A family-centered lifestyle intervention for obese six- to eight-year-old children: Results from a one-year randomized controlled trial conducted in Montreal, Canada

  • Tamara R. Cohen
  • Tom J. Hazell
  • Catherine A. Vanstone
  • Celia Rodd
  • Hope A. WeilerEmail author
Quantitative Research

Abstract

OBJECTIVES: Childhood obesity interventions should be family-centered and focused on lifestyle behaviours that achieve sustainable reductions in adiposity. The primary objective of this randomized controlled trial was to test a family-centered lifestyle intervention using Canada’s Food and Physical Activity (PA) Guidelines to reduce body mass index-for-age z-scores (BAZ) in overweight and obese (OW/OB) children.

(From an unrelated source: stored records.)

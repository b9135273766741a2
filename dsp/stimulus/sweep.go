package stimulus

import (
	"fmt"
	"math"
	"math/cmplx"
)

// MaxSamples is the longest whole-file stimulus this package renders,
// 2^28 samples (93 minutes at 48 kHz).
const MaxSamples = 1 << 28

// LogSweep is Farina's exponential sine sweep (A. Farina, "Simultaneous
// measurement of impulse response and distortion with a swept-sine
// technique", 108th AES Convention, 2000, preprint 5093):
//
//	x(t) = sin[2π·f1·L·(e^{t/L} − 1)],  L = T / ln(f2/f1),  0 ≤ t < T
//
// whose instantaneous frequency f1·e^{t/L} rises from f1 to f2 in T
// seconds, an equal time per octave. Deconvolving a recording with the
// inverse filter ([LogSweep.Inverse]) gives the linear impulse response,
// and the response of the N-th harmonic arrives [LogSweep.HarmonicAdvance]
// = L·ln N earlier, so distortion products separate in time.
//
// Sample i is taken at t = i/Rate; raised-cosine fades of FadeSeconds at
// each end (Hann half-windows, see [FadeGain]) avoid clicks. Field values
// are checked by [LogSweep.Validate].
type LogSweep struct {
	// Rate is the sample rate in Hz.
	Rate float64
	// F1 and F2 are the start and end frequencies in Hz,
	// 0 < F1 < F2 ≤ Rate/2.
	F1, F2 float64
	// Seconds is the duration T in seconds; the sweep has
	// round(Seconds·Rate) samples, at least 2 and at most [MaxSamples].
	Seconds float64
	// FadeSeconds is the length of each fade in seconds, 0 for none, at
	// most Seconds/2.
	FadeSeconds float64
}

// Validate reports the first invalid field, with the fix.
func (s LogSweep) Validate() error {
	switch {
	case !(s.Rate > 0) || math.IsInf(s.Rate, 1):
		return fmt.Errorf("stimulus: sweep sample rate %v Hz must be positive and finite", s.Rate)
	case !(s.F1 > 0) || !(s.F2 > s.F1) || s.F2 > s.Rate/2:
		return fmt.Errorf("stimulus: sweep from %v Hz to %v Hz must have 0 < start < stop ≤ half the sample rate (%g Hz)", s.F1, s.F2, s.Rate/2)
	case !(s.Seconds > 0) || math.IsInf(s.Seconds, 1):
		return fmt.Errorf("stimulus: sweep duration %v s must be positive and finite", s.Seconds)
	case !(s.FadeSeconds >= 0) || s.FadeSeconds > s.Seconds/2:
		return fmt.Errorf("stimulus: sweep fade %v s must be between 0 and half the duration (%g s)", s.FadeSeconds, s.Seconds/2)
	}
	if n := s.Seconds * s.Rate; n < 1.5 || n > MaxSamples {
		return fmt.Errorf("stimulus: sweep of %g s at %g Hz is %.0f samples; it must have 2 to %d", s.Seconds, s.Rate, n, MaxSamples)
	}
	return nil
}

// L returns the sweep's time constant L = T/ln(f2/f1) in seconds (the
// time the instantaneous frequency takes to grow by a factor e).
func (s LogSweep) L() float64 { return s.Seconds / math.Log(s.F2/s.F1) }

// HarmonicAdvance returns L·ln n, how many seconds before the linear
// response the response of the n-th harmonic appears after
// deconvolution (Farina 2000). It is 0 for n = 1 and NaN for n < 1.
func (s LogSweep) HarmonicAdvance(n int) float64 {
	if n < 1 {
		return math.NaN()
	}
	return s.L() * math.Log(float64(n))
}

// InstantFreq returns the instantaneous frequency f1·e^{t/L} in Hz at t
// seconds from the start.
func (s LogSweep) InstantFreq(t float64) float64 { return s.F1 * math.Exp(t/s.L()) }

// Len returns the number of samples, round(Seconds·Rate).
func (s LogSweep) Len() int { return int(math.Round(s.Seconds * s.Rate)) }

func (s LogSweep) fadeLen() int {
	return min(int(math.Round(s.FadeSeconds*s.Rate)), s.Len()/2)
}

// unit fills dst (of length Len) with the faded sweep at amplitude 1.
func (s LogSweep) unit(dst []float64) {
	l := s.L()
	for i := range dst {
		t := float64(i) / s.Rate
		c := s.F1 * l * math.Expm1(t/l) // phase in cycles
		dst[i] = math.Sin(2 * math.Pi * (c - math.Floor(c)))
	}
	Fade(dst, s.fadeLen())
}

// Render returns the sweep at levelDBFS (peak) under capDBFS, reusing dst
// when it has the capacity. Errors from [LogSweep.Validate] and
// [CheckLevel].
func (s LogSweep) Render(dst []float64, levelDBFS, capDBFS float64) ([]float64, error) {
	amp, capAmp, err := CheckLevel(levelDBFS, capDBFS)
	if err != nil {
		return nil, err
	}
	if err := s.Validate(); err != nil {
		return nil, err
	}
	dst = resize(dst, s.Len())
	s.unit(dst)
	for i := range dst {
		dst[i] *= amp
	}
	limit(dst, capAmp)
	return dst, nil
}

// Inverse returns Farina's inverse filter for the sweep as rendered at
// levelDBFS, reusing dst when it has the capacity: the time-reversed
// (faded) sweep with an exponential envelope falling 6 dB/octave,
//
//	f[i] = k·x[N−1−i]·e^{−(i/Rate)/L},  i = 0 … N−1,
//
// which flattens the sweep's pink (−3 dB/octave) spectrum. k is chosen so
// that the rendered sweep convolved with f has unit gain (0 dB) at the
// geometric centre frequency √(f1·f2): then a recording of a system's
// output convolved with f is the system's impulse response (gain 1 for a
// wire), its linear part peaking at lag N−1 samples and the n-th
// harmonic's HarmonicAdvance(n) earlier. Errors as for
// [LogSweep.Render], with the cap taken as 0 dBFS.
func (s LogSweep) Inverse(dst []float64, levelDBFS float64) ([]float64, error) {
	amp, _, err := CheckLevel(levelDBFS, 0)
	if err != nil {
		return nil, err
	}
	if err := s.Validate(); err != nil {
		return nil, err
	}
	n := s.Len()
	x := make([]float64, n)
	s.unit(x)
	dst = resize(dst, n)
	l := s.L()
	for i := range dst {
		dst[i] = x[n-1-i] * math.Exp(-float64(i)/s.Rate/l)
	}
	w := 2 * math.Pi * math.Sqrt(s.F1*s.F2) / s.Rate
	g := amp * cmplx.Abs(dtft(x, w)) * cmplx.Abs(dtft(dst, w))
	if g == 0 || math.IsNaN(g) {
		return nil, fmt.Errorf("stimulus: sweep has no energy at its centre frequency; lengthen it")
	}
	for i := range dst {
		dst[i] /= g
	}
	return dst, nil
}

// dtft returns Σ x[n]·e^{−jωn}.
func dtft(x []float64, w float64) complex128 {
	var re, im float64
	for n, v := range x {
		s, c := math.Sincos(w * float64(n))
		re += v * c
		im -= v * s
	}
	return complex(re, im)
}

func resize(dst []float64, n int) []float64 {
	if cap(dst) < n {
		return make([]float64, n)
	}
	return dst[:n]
}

METHODS: Children (n = 78; ages 6–8.5 years) were randomized to standard (StnTx) or modified (ModTx) interventions or control (Ctrl). Measurements at baseline and every three months for one year included: anthropometry, BAZ, waist circumference (WC), and dual-energy X-ray absorptiometry scans for percent body fat (%BF), fat mass (FM) and trunk fat mass. Fatty acids measured by gas chromatography were used to assess compliance to the milk and alternatives interventions during the first six months. Six intervention sessions were based on Canada’s Food and PA Guidelines and individualized to meet the needs of the family. ModTx were advised to consume four milk and alternatives/day versus the recommended two (StnTx) and to preferentially engage in daily weight-bearing PA. Ctrl were provided the guidelines.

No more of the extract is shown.